Lo observaba de pie junto a la cama sosteniendo en una bandeja las dos tazas de té herbal, al lado tenía como compañero de sueños la imagen tamaño real de un divino niño en pañales. Antaño debía sacarla de la habitación cuando las jóvenes visitas subían a la planta alta, luego los esperaba con chocolate y pastel como merienda para restablecerles el ánimo y el amor por la vida honesta, al menos eso era lo que deseaba que sintieran aquellos en sus estómagos revueltos.

- ¿En qué piensas querida?

Retiro la vista de la pequeña estatua y lo vio mirándola con esos afectuosos ojos azules de niño pequeño, con los que la recibía después de soñar.

-       Beba se excelencia. Le dijo mientras le acercaba la taza y le acomodaba las almohadas.

-       ¿qué hay de comer?

Ella le respondió sin ningún tipo de matices en la voz, ya resignada a la inminente muerte por hambre, por supuesto un castigo merecido.

-       Nada, ya sabe cómo son los vendedores, debo salir hasta el otro pueblo y por la lluvia el camino va a estar lodoso.

-       Ve caminando. Siempre has sido fuerte, querida.

Ambos bebieron el té con calma, mientras recordaban el pasado, como suele suceder con las personas que reconocen ya no tener futuro. El anciano empezó a contarle una vez más sobre las catacumbas del monasterio de Santa Helena, de cómo los monjes perdieron sus preciosos conejos durante una peste en el 27, del desabastecimiento, del rumor verdadero que la tierra de las tumbas ayudaba a preservar los cuerpos incorruptos de los santos monjes y de los simples mortales que se podían permitir dormir la eternidad junto a ellos.

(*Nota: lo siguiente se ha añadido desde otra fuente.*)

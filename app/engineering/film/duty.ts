import type { Bearing } from "../cycle/bearing";
import { requireWithin } from "../cycle/sound-input";
import { EngineeringError } from "../engineering-error";
import type { OilData } from "../oil/oil-data";
import type { Supply } from "./heat-balance";
import type { Roughness } from "./roughness";

/** A plain bearing at one steady speed and load. */
export interface Duty extends Bearing {
  /** Of the journal, rad/s. */
  speed: number;
  /** N; or `specificLoad`, load over length and diameter, Pa. */
  load?: number | undefined;
  specificLoad?: number | undefined;
}

/** A bearing at a steady duty with its oil: either its viscosity in the film, or an oil and what temperature it comes at. */
export interface SteadyDuty extends Duty, Supply {
  /** In the film, Pa·s. */
  viscosity?: number | undefined;
  oil?: OilData | undefined;
  supplyTemperatureC?: number | undefined;
  roughness?: Roughness | undefined;
}

/** Refuses a clearance that no bearing of this diameter has, m diametral. */
export function requireClearance(clearance: number, diameter: number, field: string): void {
  requireWithin(clearance, field, { from: 1e-7, to: diameter / 20, unit: "m" });
}

/** Refuses a viscosity that no oil has, Pa·s. */
export function requireDynamicViscosity(viscosity: number, field: string): void {
  requireWithin(viscosity, field, { from: 1e-5, to: 1e3, unit: "Pa·s" });
}

/**
 * The load of a duty, N, once its numbers are sound.
 * @throws EngineeringError `not-a-number`, `not-positive`, `outside-range`; `missing` or `said-twice` of the load
 */
export function soundLoad({ diameter, length, speed, load, specificLoad }: Omit<Duty, "clearance">): number {
  requireWithin(diameter, "diameter", { from: 1e-3, to: 2, unit: "m" });
  requireWithin(length, "length", { from: 1e-4, to: 3, unit: "m" });
  requireWithin(speed, "speed", { from: 1e-2, to: 1e5, unit: "rad/s" });
  if (load !== undefined && specificLoad !== undefined) {
    throw new EngineeringError("said-twice", "load", "Give the load or the specific load, not both.");
  }
  if (specificLoad !== undefined) {
    requireWithin(specificLoad, "specificLoad", { from: 1e-3, to: 1e11, unit: "Pa" });
    return specificLoad * length * diameter;
  }
  if (load === undefined) {
    throw new EngineeringError("missing", "load", "Give the load on the bearing, or its specific load.");
  }
  requireWithin(load, "load", { from: 1e-6, to: 1e9, unit: "N" });
  return load;
}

Ella ya ni siquiera lo escuchaba, mientras hablaba de la venta prodigiosa de la más  deliciosa carne de conejo, casi milagrosa en medio de la peste, ni de como durante el terremoto las catacumbas quedaron al descubierto, y sobre cómo no se encontró más que un par de cuerpos de abades, lo demás devorado consumido sin pudor, ni del olor de los cuerpos de los monjes quemados en hogueras por campesinos y terratenientes asqueados por su obligado canibalismo, ni de los monjes cantando el páter Noster en un latín celestial al arder.

-       Iré caminando, después de todo no es tan lejos. Lo interrumpió diciendo la mujer mientras ponía las tazas en la bandeja, salió con pasos sosegados después de tocarle la frente y comprobar su temperatura estable.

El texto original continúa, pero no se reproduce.